# Custom FP from my demo in Atl



## Brooks803 (Dec 22, 2012)

Here is the FP I made in my demo for the Atl pen turners group. I didn't quite get it finished before time ran out. All that was left was to do the front section. The blank is one of my own cast from a 9" rod of alumilite. That way I can keep everything lined up. My wife has already claimed it for herself and wanted a black ebonite section (who am I to argue with the boss!). I'll eventually replace the gold clip/nib with rhodium/polished steel. I didn't realize that I didn't have any polished #6 nibs already :redface:

I hope those from the demo were able to take home some of the skills/techniques used to make a pen from scratch. Thanks Robert for the extra set of hands! Also here are the measurements again on the taps/dies used:

Cap to body: 12x.8mm triple start
Cap Finial: 9x.75mm
Front section to body: 10x.75mm
Front section internal for nib housing: 7.9x.6mm




















A couple closeups:









Thanks for looking and as always all comments/critiques/questions are welcomed and appreciated!


----------



## redneckmedic (Dec 22, 2012)

I am very impressed with the skills expressed with kitless turns. Well done sir well done.


----------



## seamus7227 (Dec 22, 2012)

Outstanding work Jonathon!!!


----------



## 76winger (Dec 22, 2012)

I just love the color combos you keep coming up with. And the design of the pen is very attractive as well.
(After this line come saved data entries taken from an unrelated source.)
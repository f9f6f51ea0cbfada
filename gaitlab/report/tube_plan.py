"""The robot from above with its ring block and every tube: which port goes where."""

from __future__ import annotations

from collections.abc import Iterable
from typing import Any

import numpy as np
from matplotlib.axes import Axes
from matplotlib.patches import Rectangle

from gaitlab.report.style import BLUE, INK, MUTED, ORANGE, PAPER
from gaitlab.ring.tubing import block_places, inlet_places
from gaitlab.robot.records import Robot
from gaitlab.wiring.wiring import OPEN, Wiring

MM = 1e3
PORT_RADIUS = 0.085  # of the plan's longest side
CORNERS = 40
CROWDED = 8  # more inlets than this are named in small upright letters
LEVEL_LETTERS = 7  # and those with a longer name
NAME_LETTERS = 10  # of a name in the plan
LABEL_LETTERS = 16  # of all names at one place


def draw_tube_plan(ax: Axes, robot: Robot, wiring: Wiring) -> None:
    """Blocks as boxes, tubed inlets as named dots, the ring as a circle of numbered outputs, tubes as curves [mm]."""
    inlets = {name: MM * place[:2] for name, place in inlet_places(robot).items() if wiring.source(name) != OPEN}
    _draw_blocks(ax, robot)
    reach = _reach(robot, inlets)
    middle = np.mean(list(inlets.values()), axis=0) if inlets else np.zeros(2)
    ring = np.array((middle[0], max(place[1] for place in [*inlets.values(), middle]) + 0.42 * reach))
    ports = _ports(ring, PORT_RADIUS * reach, robot.ring.stages)
    for inlet, place in inlets.items():
        source = wiring.source(inlet)
        start = ports[source - 1] if isinstance(source, int) else ring + np.array((0.0, 1.8 * PORT_RADIUS * reach))
        _draw_tube(ax, start, place, ring)
    _draw_ring(ax, ring, PORT_RADIUS * reach, ports)
    _draw_inlets(ax, inlets, reach)
    ax.set_aspect("equal")
    ax.margins(0.06)
    low, high = ax.get_ylim()
    ax.set_ylim(low - (0.2 if _crowded(inlets) else 0.08) * reach, high)  # room for the names
    ax.set_xlabel("forward x (mm)", fontsize=7)
    ax.set_ylabel("left y (mm)", fontsize=7)
    ax.tick_params(labelsize=6.5, length=2)


def _draw_inlets(ax: Axes, inlets: dict[str, np.ndarray], reach: float) -> None:
    """Dots with names below; names that share a place share a line, and many or long ones stand upright."""
    crowded = _crowded(inlets)
    places: dict[tuple[float, float], list[str]] = {}
    for inlet, place in inlets.items():
        places.setdefault((round(float(place[0]), 1), round(float(place[1]), 1)), []).append(inlet)
    for (x, y), names in places.items():
        ax.plot(x, y, marker="o", ms=3.5 if crowded else 5.0, mfc=BLUE, mec=INK, mew=0.6)
        look: dict[str, Any] = {"fontsize": 5.5, "rotation": 90} if crowded else {"fontsize": 7.5}
        ax.text(x, y - 0.03 * reach, _listed(names), ha="center", va="top", fontweight="bold", color=INK, **look)


def _crowded(inlets: Iterable[str]) -> bool:
    names = list(inlets)
    return len(names) > CROWDED or any(len(name) > LEVEL_LETTERS for name in names)


def _listed(names: list[str]) -> str:
    """As many of the names as `LABEL_LETTERS` hold, at least one, and how many more there are."""
    shown = [_short(name) for name in names]
    for left_out in range(len(names)):
        text = ", ".join(shown[: len(names) - left_out] + ([f"+{left_out}"] if left_out else []))
        if len(text) <= LABEL_LETTERS:
            break
    return text


def _short(name: str) -> str:
    """The table has the whole name.

    >>> _short("front_left"), _short("front_left_bellows")
    ('front_left', 'fron…llows')
    """
    return name if len(name) <= NAME_LETTERS else f"{name[:4]}…{name[4 - NAME_LETTERS + 1 :]}"


def _draw_blocks(ax: Axes, robot: Robot) -> None:
    places = block_places(robot)
    for block in robot.body.blocks:
        low = MM * (places[block.name][:2] - 0.5 * np.array(block.size_m[:2]))
        width, height = MM * block.size_m[0], MM * block.size_m[1]
        ax.add_patch(Rectangle((low[0], low[1]), width, height, facecolor="#eef0f2", edgecolor=MUTED, lw=0.9))


def _reach(robot: Robot, inlets: dict[str, np.ndarray]) -> float:
    """The plan's longest side [mm], which sizes the ring and the letters' distance."""
    ends = [*inlets.values()]
    for block in robot.body.blocks:
        centre = MM * block_places(robot)[block.name][:2]
        half = 0.5 * MM * np.array(block.size_m[:2])
        ends += [centre - half, centre + half]
    cloud = np.array(ends)
    return float(np.ptp(cloud, axis=0).max())


def _ports(centre: np.ndarray, radius: float, stages: int) -> list[np.ndarray]:
    """Places of the ports, 1 at the top, clockwise."""
    turns = 2 * np.pi * np.arange(stages) / stages
    return [centre + radius * np.array([np.sin(turn), np.cos(turn)]) for turn in turns]


def _draw_tube(ax: Axes, start: np.ndarray, end: np.ndarray, ring: np.ndarray) -> None:
    """A tube that leaves the ring outward and bends to its inlet (quadratic Bézier curve)."""
    outward = start + 0.9 * (start - ring)
    t = np.linspace(0.0, 1.0, CORNERS)[:, None]
    curve = (1 - t) ** 2 * start + 2 * t * (1 - t) * outward + t**2 * end
    ax.plot(curve[:, 0], curve[:, 1], color=PAPER, lw=3.0, solid_capstyle="round")
    ax.plot(curve[:, 0], curve[:, 1], color=ORANGE, lw=1.3, solid_capstyle="round")


def _draw_ring(ax: Axes, centre: np.ndarray, radius: float, ports: list[np.ndarray]) -> None:
    turn = np.linspace(0, 2 * np.pi, 73)
    ax.plot(centre[0] + radius * np.sin(turn), centre[1] + radius * np.cos(turn), color=INK, lw=1.2)
    small = 7.0 if len(ports) <= 9 else 5.0
    for k, place in enumerate(ports):
        ax.plot(*place, marker="o", ms=1.35 * small, mfc=PAPER, mec=INK, mew=1.0)
        ax.text(
            float(place[0]),
            float(place[1]),
            str(k + 1),
            ha="center",
            va="center",
            fontsize=0.85 * small,
            fontweight="bold",
        )
    for k in range(len(ports)):
        turn_back = 2 * np.pi * (k + 0.5) / len(ports)
        at = centre + radius * np.array([np.sin(turn_back), np.cos(turn_back)])
        ax.plot(*at, marker=(3, 0, -90.0 - np.degrees(turn_back)), ms=0.75 * small, color=INK)
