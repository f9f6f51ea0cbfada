"""The page's tables and lines of text, each cell with the value it sorts by."""

from __future__ import annotations

import math
from dataclasses import dataclass

import numpy as np

from gaitlab.report.run_folder import RankedWiring, SavedRun
from gaitlab.report.words import KPA, MM, number, source_text
from gaitlab.ring.tubing import tube_lengths
from gaitlab.robot.totals import mass_kg


@dataclass(frozen=True)
class Cell:
    """What a cell shows, what it sorts by, and the share of a bar behind it (−1…1, 0 for none)."""

    text: str
    sort: str
    bar: float = 0.0


@dataclass(frozen=True)
class Table:
    """A table whose columns can be sorted: heads with their units, and rows of cells."""

    heads: tuple[str, ...]
    rows: tuple[tuple[Cell, ...], ...]


RANKING_HEADS = (
    "rank",
    "wiring",
    "travel, mm/period",
    "scatter, mm",
    "speed, mm/s",
    "reversed, mm/period",
    "reversed rank",
    "slip, –",
    "drift, mm/period",
    "turn, °/period",
    "wave",
    "notes",
)


def ranking_table(run: SavedRun) -> Table:
    """The whole saved ranking, bars scaled to the largest travel either way."""
    travels = [abs(row.walk.travel_m) for row in run.ranking if math.isfinite(row.walk.travel_m)]
    top = max(travels, default=1.0) or 1.0
    return Table(RANKING_HEADS, tuple(_ranking_row(row, top) for row in run.ranking))


def _ranking_row(row: RankedWiring, top_m: float) -> tuple[Cell, ...]:
    walk, backwards = row.walk, row.reversed_walk
    travel = Cell(number(MM * walk.travel_m, 2), _key(walk.travel_m), _share(walk.travel_m, top_m))
    reversed_m = math.nan if backwards is None else backwards.travel_m
    rank = math.nan if row.reversed_rank is None else float(row.reversed_rank)
    return (
        Cell(str(row.rank), _key(row.rank)),
        Cell(row.wiring.text(), row.wiring.text()),
        travel,
        _cell(MM * walk.travel_scatter_m, 2),
        _cell(MM * walk.speed_m_s, 2),
        Cell(number(MM * reversed_m, 2), _key(reversed_m), _share(reversed_m, top_m)),
        _cell(rank, 0),
        _cell(walk.slip, 2),
        _cell(MM * walk.drift_m, 2),
        _cell(math.degrees(walk.turn_rad), 2),
        Cell(walk.wave.direction, walk.wave.direction),
        Cell(_notes(row), _notes(row)),
    )


def _notes(row: RankedWiring) -> str:
    notes = []
    if row.tied_with_best and row.rank > 1:
        notes.append("tied")
    if row.smooth:
        notes.append("smooth wave")
    if not row.settled:
        notes.append("screened only")
    return ", ".join(notes)


def _cell(value: float, digits: int) -> Cell:
    return Cell(number(value, digits), _key(value))


def _key(value: float) -> str:
    """What a number sorts by; an unknown one has no key and stays last either way."""
    return f"{value:.9g}" if math.isfinite(value) else ""


def _share(value_m: float, top_m: float) -> float:
    return round(value_m / top_m, 4) if math.isfinite(value_m) else 0.0


def ring_table(run: SavedRun) -> Table:
    """The outputs in ring order: when they evacuate, what they swing between, whom they feed."""
    ring, wiring = run.ring, run.best.wiring
    heads = ("output", "feeds", "phase, periods", "duty, –", "least, kPa", "peak, kPa", "rise, s", "fall, s")
    rows = []
    for k in range(len(ring.phase)):
        fed = ", ".join(wiring.inlets_on(k + 1)) or "nothing"
        figures = (ring.phase[k], ring.duty[k], ring.least_vacuum_Pa[k] / KPA, ring.peak_vacuum_Pa[k] / KPA)
        times = (ring.rise_s[k], ring.fall_s[k])
        cells = [_cell(float(v), 2 if i < 2 else 1) for i, v in enumerate(figures)] + [
            _cell(float(t), 3) for t in times
        ]
        rows.append((_cell(k + 1, 0), Cell(fed, fed), *cells))
    return Table(heads, tuple(rows))


def robot_facts(run: SavedRun) -> tuple[tuple[str, str], ...]:
    """The robot in a few lines."""
    robot = run.robot
    lengths = tube_lengths(robot).values()
    legs, spines, blocks = len(robot.body.legs), len(robot.body.spines), len(robot.body.blocks)
    pairs = [
        ("Body", f"{_count(blocks, 'block')}, {_count(legs, 'leg')}, {_count(spines, 'spine')}"),
        ("Mass", f"{number(1e3 * mass_kg(robot), 0)} g without tubes and fittings"),
        ("Inlets", ", ".join(f"{inlet} ← {source_text(source)}" for inlet, source in run.best.wiring.pairs)),
        ("Bellows", ", ".join(f"{b.name} ({b.action}s, {number(MM * b.length_m, 0)} mm)" for b in robot.bellows)),
        (
            "Feet",
            ", ".join(f"{f.name} (radius {number(MM * f.radius_m)} mm, friction {f.friction:g})" for f in robot.feet),
        ),
        (
            "Tubes",
            f"bore {number(MM * robot.tubes.bore_m)} mm, {number(MM * min(lengths), 0)} to {number(MM * max(lengths), 0)} mm",
        ),
        (
            "Ground",
            f"slope {number(np.degrees(robot.ground.slope_rad))}°, friction factor {robot.ground.friction_factor:g}",
        ),
    ]
    return tuple(pairs)


def _count(n: int, what: str) -> str:
    return f"{n} {what}" if n == 1 else f"{n} {what}s"


def search_facts(run: SavedRun) -> tuple[tuple[str, str], ...]:
    """The search in a few lines."""
    search = run.search
    failed = ", ".join(f"{count} {name.replace('_', ' ')}" for name, count in search.failed) or "none"
    return (
        ("Wirings", f"{search.raw} in all, {search.distinct} distinct, {search.evaluated} walked"),
        ("Failed", failed),
        ("Strategy", f"{search.strategy}, ranked by {search.objective}"),
        ("Cost", f"{number(search.simulated_s, 0)} s simulated in {number(search.wall_s, 0)} s"),
        ("Command", run.command),
    )


def spread_table(run: SavedRun) -> Table | None:
    """Travel over the tolerance draws, one row per wiring that was spread."""
    if run.spread is None:
        return None
    heads = (
        "wiring",
        "p05, mm/period",
        "p50",
        "p95",
        "chance to be the best, %",
        "chance to go forward, %",
        "ring fails, %",
    )
    rows = []
    for item in run.spread.wirings:
        text, s = item.wiring.text(), item.summary
        shares = (s.best.share, s.forward.share, s.ring_fails.share)
        travel = [_cell(MM * v, 2) for v in (s.travel_m.p05, s.travel_m.p50, s.travel_m.p95)]
        rows.append((Cell(text, text), *travel, *(_cell(100 * share, 0) for share in shares)))
    return Table(heads, tuple(rows))


def sensitivity_table(run: SavedRun) -> Table | None:
    """Which numbers of the robot file the travel hangs on, with a bar for the share."""
    if run.spread is None or not run.spread.sensitivities:
        return None
    rows = [
        (
            Cell(s.name, s.name),
            Cell(number(100 * s.share, 0), _key(s.share), round(s.share, 4)),
            Cell(f"{number(100 * s.low, 0)} to {number(100 * s.high, 0)}", _key(s.low)),
        )
        for s in run.spread.sensitivities
    ]
    return Table(("number in the robot file", "share of the variance, %", "90 % interval, %"), tuple(rows))


def recheck_table(run: SavedRun) -> Table | None:
    """The rechecks of the finalists."""
    if not run.rechecks:
        return None
    rows = []
    for check in run.rechecks:
        kept = {True: "kept", False: "changed", None: "none to keep"}[check.order_kept]
        rows.append(
            (
                Cell(check.name, check.name),
                Cell(kept, kept),
                _cell(MM * check.travel_m, 2),
                Cell(check.note, check.note),
            )
        )
    return Table(("recheck", "order", "travel of the best, mm/period", "note"), tuple(rows))
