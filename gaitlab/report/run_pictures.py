"""The pictures of a run folder, drawn from what the search saved there."""

from __future__ import annotations

from collections.abc import Callable
from dataclasses import dataclass
from pathlib import Path

from matplotlib.figure import Figure

from gaitlab.errors import GaitlabError
from gaitlab.gait.records import Trace
from gaitlab.report.animation import film_of, write_gif
from gaitlab.report.body_path import body_path
from gaitlab.report.footfall import footfall_chart
from gaitlab.report.pressure_map import pressure_map
from gaitlab.report.pump_plot import pump_working_point
from gaitlab.report.ranking_plot import ranking_bars
from gaitlab.report.run_folder import SavedRun, read_run
from gaitlab.report.spread_plots import sensitivity_bars, spread_plot
from gaitlab.report.style import save_figure
from gaitlab.ring.waves import RingRun
from gaitlab.wiring.wiring import Wiring


@dataclass(frozen=True)
class Drawn:
    """What `draw_run` wrote, and in words what it had to leave out."""

    files: tuple[Path, ...]
    left_out: tuple[str, ...]


def draw_run(folder: str | Path, *, svg: bool = False) -> Drawn:
    """Write every picture that the run in `folder` gives into the folder itself; pictures of the same name are replaced.

    Always ranking.png, footfall.png and pressure_map.png, and pump.png where the supply is a pump; with traces path.png,
    best.gif and reversed.gif; with a spread spread.png and sensitivities.png. `svg` writes the figures as SVG as well.
    Raises RunFolderError for a folder that holds no readable run or takes no files.
    """
    run = read_run(folder)
    figures = _figures(run)
    files, left_out = [], list(run.gaps)
    for name, figure in figures.items():
        files += [
            save_figure(figure, run.folder / f"{name}{ending}") for ending in (".png", *((".svg",) if svg else ()))
        ]
    for name, write in _films(run).items():
        try:
            files.append(write(run.folder / f"{name}.gif"))
        except GaitlabError as error:
            left_out.append(f"{name}.gif is left out: {error}")
    return Drawn(tuple(files), tuple(left_out))


def _figures(run: SavedRun) -> dict[str, Figure]:
    best = run.best
    figures = {
        "ranking": ranking_bars(run.ranking, title=run.robot.name),
        "footfall": footfall_chart(best.walk, best.reversed_walk, title=f"Footfalls of {run.robot.name}, best wiring"),
        "pressure_map": pressure_map(run.ring.waves, wiring=best.wiring),
    }
    pump = pump_working_point(run.robot, run.ring)
    if pump is not None:
        figures["pump"] = pump
    if run.trace is not None:
        figures["path"] = body_path(run.trace)
    if run.spread is not None:
        figures["spread"] = spread_plot(run.spread)
        if run.spread.sensitivities:
            figures["sensitivities"] = sensitivity_bars(run.spread.sensitivities)
    return figures


def _films(run: SavedRun) -> dict[str, Callable[[Path], Path]]:
    films = {"best": _film_writer(run.trace, run.ring, run.best.wiring, run.robot.name)}
    title = f"{run.robot.name}, wave reversed"
    films["reversed"] = _film_writer(run.reversed_trace, run.reversed_ring, run.best.reversed_wiring, title)
    return {name: write for name, write in films.items() if write is not None}


def _film_writer(
    trace: Trace | None, ring: RingRun | None, wiring: Wiring | None, title: str
) -> Callable[[Path], Path] | None:
    """What writes the film to a path; None where something it needs was not saved."""
    if trace is None or ring is None or wiring is None:
        return None
    return lambda path: write_gif(film_of(trace, ring, wiring, title=title), path)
Very nice!


----------



## papaturner (Dec 22, 2012)

Just as awesome as the demo that accompanied it.


----------



## firewhatfire (Dec 22, 2012)

Man I sure hate to miss a demo, especially one i need.   I know a few folks that would like that blank.  Do I have to use a pressure pot with Alumalite?  ONly playing with my Silmar right now.

Looking good


----------



## InvisibleMan (Dec 22, 2012)

Wow, I like those colors.  Very nice


----------



## jasontg99 (Dec 22, 2012)

Your wife like purple?    Another beauty Jonathon.


----------



## sumterdad (Dec 22, 2012)

very nice, Maybe we need to talk to the demo cordinator for our club to get one of these demos:biggrin::biggrin:


----------



## RustySplinters (Dec 22, 2012)

Beautiful!
What bits did you use to make the holes for the taps?


----------



## wiset1 (Dec 23, 2012)

That's what I'm talking about!  There's nothing like the energy in one of your castings Jonathon, and this one is full of action.  Love the shape and look of the pen.


----------



## bluwolf (Dec 23, 2012)

That is sharp Jonathan. I'd like to see a picture when you switch over the hardware.

Mike


----------



## Brooks803 (Dec 23, 2012)

jasontg99 said:


> Your wife like purple?  Another beauty Jonathon.


 
Yeah I don't see why I keep making things with purple...they never leave the house unless it's in her pocket!



sumterdad said:


> very nice, Maybe we need to talk to the demo cordinator for our club to get one of these demos:biggrin::biggrin:


 
ummm....I think my demo fee just went up :tongue: Nah, just get in touch with me ahead of time so I can check the work schedule.



RustySplinters said:


> Beautiful!
> What bits did you use to make the holes for the taps?


 
12mm = 27/64
10mm = 3/8
9mm = 21/64
#6 nib = 17/64 or 9/32 (I can't remember what my notes say down in the shop)



wiset1 said:


> That's what I'm talking about! There's nothing like the energy in one of your castings Jonathon, and this one is full of action. Love the shape and look of the pen.


 
Thanks Tim! I'm really happy with the shape myself. Wasn't really trying for it, it just kinda came out that way. The blank did come out well huh?



bluwolf said:


> That is sharp Jonathan. I'd like to see a picture when you switch over the hardware.
> 
> Mike


 
Thanks Mike! I'll post a couple when I get the nibs in.


----------



## plantman (Dec 23, 2012)

Excellent blank and penmanship !!!!     Jim S


----------



## vanngo5d (Dec 23, 2012)

Wow that's a great looking pen and blank, you made this in your demo?
If your ever in the Houston area i sure could use a demo i'm getting tired of the almost there pens. :frown:

great job -- guess your back is much better.

Don Vann


----------



## Brooks803 (Dec 23, 2012)

vanngo5d said:


> Wow that's a great looking pen and blank, you made this in your demo?
> If your ever in the Houston area i sure could use a demo i'm getting tired of the almost there pens. :frown:
> 
> great job -- guess your back is much better.
> ...


 
Thanks Don! Yeah it was just a demo pen. To save alot of time I didn't do any real finishing to it until I got home. 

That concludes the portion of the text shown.